- _PROBLEM TO SOLVE_:
Up to and including the line that contains "(York 2004). */", write out each line of the material from its first line, exactly.

- _DATA SECTION_:
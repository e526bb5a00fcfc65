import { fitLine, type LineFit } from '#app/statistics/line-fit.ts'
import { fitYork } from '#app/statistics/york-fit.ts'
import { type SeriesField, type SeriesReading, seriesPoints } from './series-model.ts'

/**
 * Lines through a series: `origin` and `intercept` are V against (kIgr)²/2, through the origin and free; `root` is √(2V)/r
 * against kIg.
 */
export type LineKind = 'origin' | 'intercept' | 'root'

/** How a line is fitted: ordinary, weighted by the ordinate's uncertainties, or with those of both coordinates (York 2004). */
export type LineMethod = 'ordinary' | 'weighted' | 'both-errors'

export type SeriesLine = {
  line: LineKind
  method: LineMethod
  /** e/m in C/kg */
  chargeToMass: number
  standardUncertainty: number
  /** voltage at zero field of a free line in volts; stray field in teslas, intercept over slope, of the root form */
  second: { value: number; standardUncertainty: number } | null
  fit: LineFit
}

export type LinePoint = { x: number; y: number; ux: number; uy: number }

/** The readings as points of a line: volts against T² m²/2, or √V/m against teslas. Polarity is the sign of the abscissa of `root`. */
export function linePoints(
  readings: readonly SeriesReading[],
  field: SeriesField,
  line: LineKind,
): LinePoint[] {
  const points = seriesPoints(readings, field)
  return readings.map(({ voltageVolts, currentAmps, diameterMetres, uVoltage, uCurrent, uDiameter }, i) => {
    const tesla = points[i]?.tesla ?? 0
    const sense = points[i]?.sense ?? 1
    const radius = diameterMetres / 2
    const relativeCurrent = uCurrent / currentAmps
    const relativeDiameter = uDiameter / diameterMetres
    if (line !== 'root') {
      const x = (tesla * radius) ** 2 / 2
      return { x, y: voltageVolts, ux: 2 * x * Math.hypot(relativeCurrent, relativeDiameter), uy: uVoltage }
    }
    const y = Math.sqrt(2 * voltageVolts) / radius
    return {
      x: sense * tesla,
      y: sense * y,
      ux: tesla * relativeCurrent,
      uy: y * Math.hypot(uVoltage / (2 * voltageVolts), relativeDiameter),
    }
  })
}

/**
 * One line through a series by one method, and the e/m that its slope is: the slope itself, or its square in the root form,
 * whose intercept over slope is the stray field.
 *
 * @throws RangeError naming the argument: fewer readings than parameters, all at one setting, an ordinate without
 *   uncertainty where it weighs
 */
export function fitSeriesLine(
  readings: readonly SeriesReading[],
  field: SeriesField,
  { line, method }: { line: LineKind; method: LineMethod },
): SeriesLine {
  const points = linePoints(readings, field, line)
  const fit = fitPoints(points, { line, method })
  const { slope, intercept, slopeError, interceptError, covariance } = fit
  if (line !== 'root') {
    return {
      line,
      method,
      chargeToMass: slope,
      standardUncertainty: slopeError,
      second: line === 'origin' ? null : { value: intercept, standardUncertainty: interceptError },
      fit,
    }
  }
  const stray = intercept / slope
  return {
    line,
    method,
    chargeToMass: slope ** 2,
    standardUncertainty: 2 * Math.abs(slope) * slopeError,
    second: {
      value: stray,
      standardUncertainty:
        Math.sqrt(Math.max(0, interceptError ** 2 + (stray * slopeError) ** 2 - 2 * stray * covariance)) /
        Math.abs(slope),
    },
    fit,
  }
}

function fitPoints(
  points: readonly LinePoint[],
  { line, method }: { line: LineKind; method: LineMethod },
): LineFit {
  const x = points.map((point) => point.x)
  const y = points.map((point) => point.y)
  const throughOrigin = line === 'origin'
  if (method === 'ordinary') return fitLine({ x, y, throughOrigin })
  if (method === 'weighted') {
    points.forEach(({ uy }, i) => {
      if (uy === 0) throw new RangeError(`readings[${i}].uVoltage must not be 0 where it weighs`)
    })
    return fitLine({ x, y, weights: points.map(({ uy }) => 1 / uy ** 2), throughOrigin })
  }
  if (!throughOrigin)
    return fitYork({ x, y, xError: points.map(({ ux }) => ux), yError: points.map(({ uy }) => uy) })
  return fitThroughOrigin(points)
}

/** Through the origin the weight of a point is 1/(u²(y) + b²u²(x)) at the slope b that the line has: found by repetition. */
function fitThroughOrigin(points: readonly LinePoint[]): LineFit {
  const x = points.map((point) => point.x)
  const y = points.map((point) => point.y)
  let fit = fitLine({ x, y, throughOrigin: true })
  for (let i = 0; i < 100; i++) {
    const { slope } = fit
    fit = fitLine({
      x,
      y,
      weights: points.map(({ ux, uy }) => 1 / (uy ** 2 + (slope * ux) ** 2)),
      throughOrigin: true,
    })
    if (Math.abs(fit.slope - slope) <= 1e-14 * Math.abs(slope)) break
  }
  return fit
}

- _RESPONSE_:
repository e526bb5a00fcfc65
import { fitLine, type LineFit } from '#app/statistics/line-fit.ts'
import { fitYork } from '#app/statistics/york-fit.ts'
import { type SeriesField, type SeriesReading, seriesPoints } from './series-model.ts'

/**
 * Lines through a series: `origin` and `intercept` are V against (kIgr)²/2, through the origin and free; `root` is √(2V)/r
 * against kIg.
 */
export type LineKind = 'origin' | 'intercept' | 'root'

/** How a line is fitted: ordinary, weighted by the ordinate's uncertainties, or with those of both coordinates (York 2004). */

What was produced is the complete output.